→ **The problem**: Only one portion of the data is to be written out: from the line bearing "code: 'minutes', value: '75'" through the line bearing "const missing = readDraft(emptyDraft());". Write it exactly as it appears.

---------- Data to examine

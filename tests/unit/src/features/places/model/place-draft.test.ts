import { describe, expect, it } from 'vitest';
import { UPPER_TAZIMEL } from '#server/features/demo/demo-villages.data.js';
import {
  differingFields,
  draftOf,
  emptyDraft,
  isChanged,
  isKeptPlace,
  joinedDraft,
  readableOf,
  readDraft,
  skylineOf,
} from '#src/features/places/model/place-draft.js';
import { previewOf } from '#src/features/places/model/place-preview.js';

const saved = UPPER_TAZIMEL.place;

describe('a draft of a saved place', () => {
  it('says the same as the place until something is changed', () => {
    const draft = draftOf(saved);
    expect(isChanged(draft, saved)).toBe(false);
    const reading = readDraft(draft);
    expect(reading.ok && differingFields(reading.input, saved)).toEqual([]);
  });

  it('is changed by what cannot be read yet as well', () => {
    expect(isChanged({ ...draftOf(saved), latitude: '12° 75′' }, saved)).toBe(true);
  });

  it('keeps what was typed, also where it is wrong, through a reload', () => {
    const draft = { ...draftOf(saved), latitude: '12° 75′ N', skylineText: '90, thirty' };
    const kept: unknown = JSON.parse(JSON.stringify({ draft, base: saved }));
    expect(isKeptPlace(kept) && kept.draft).toEqual(draft);
  });

  it('of an older release is left alone', () => {
    expect(isKeptPlace({ draft: { name: 'x' }, base: null })).toBe(false);
  });
});

describe('reading a draft', () => {
  it('gives one problem for each field and nothing to send', () => {
    const reading = readDraft({
      ...draftOf(saved),
      name: ' ',
      latitude: '12° 75′ N',
      elevation: '20000',
      skylineText: '90, thirty\n100, 2',
    });
    expect(reading.ok).toBe(false);
    expect(reading.problems).toEqual({
      name: { kind: 'code', code: 'required' },
      latitudeDeg: { kind: 'coordinate', problem: { code: 'minutes', value: '75' } },
      elevationM: { kind: 'code', code: 'elevation-range' },
      skyline: {
        kind: 'skyline-lines',
        problems: [{ line: 1, code: 'no-height', piece: 'thirty', other: null }],
      },
    });
  });

  it('says nothing about the clock while the coordinates are missing', () => {
    const missing = readDraft(emptyDraft());
    expect(Object.keys(missing.problems).sort()).toEqual([
      'elevationM',
      'latitudeDeg',
      'longitudeDeg',
      'name',
    ]);
    const found = readDraft({ ...draftOf(saved), timeZone: '' });
    expect(found.ok).toBe(false);
    expect(found.problems).toEqual({ timeZone: { kind: 'no-clock' } });
  });

  it('takes an open table once all of it is right, and until then the skyline as it was', () => {
    const draft = { ...draftOf(saved), skylineText: '90, 4' };
    expect(skylineOf(draft)).toEqual([{ azimuthDeg: 90, altitudeDeg: 4 }]);
    const reading = readDraft(draft);
    expect(reading.ok && reading.input.skyline).toEqual([{ azimuthDeg: 90, altitudeDeg: 4 }]);
    expect(skylineOf({ ...draft, skylineText: '90, four' })).toEqual(draft.skyline);
  });
});

describe('a new place', () => {
  it('can be computed as soon as its coordinates are there', () => {
    expect(previewOf(emptyDraft())).toBeNull();
    const preview = previewOf({ ...emptyDraft(), latitude: '12 N', longitude: '39 E' });
    expect(preview).toMatchObject({ latitudeDeg: 12, longitudeDeg: 39, skyline: [] });
  });
});

describe('two states of a place', () => {
  it('do not differ by 0° and 360° saying the same', () => {
    const turn = { ...saved, skyline: [...saved.skyline].filter((point) => point.azimuthDeg !== 360) };
    expect(saved.skyline.some((point) => point.azimuthDeg === 360)).toBe(true);
    expect(differingFields(saved, turn)).toEqual([]);
  });

  it('are compared without what cannot be read, and joined without losing it', () => {
    const draft = { ...draftOf(saved), name: 'Mine', latitude: '12° 75′ N' };
    expect(differingFields(readableOf(draft, saved), saved)).toEqual(['name']);
    const joined = joinedDraft(draft, { ...saved, elevationM: 7 });
    expect(joined).toMatchObject({ elevation: '7', latitude: '12° 75′ N', name: saved.name });
  });
});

--------------------

→ **Exercise response**:
      latitudeDeg: { kind: 'coordinate', problem: { code: 'minutes', value: '75' } },
      elevationM: { kind: 'code', code: 'elevation-range' },
      skyline: {
        kind: 'skyline-lines',
        problems: [{ line: 1, code: 'no-height', piece: 'thirty', other: null }],
      },
    });
  });

  it('says nothing about the clock while the coordinates are missing', () => {
    const missing = readDraft(emptyDraft());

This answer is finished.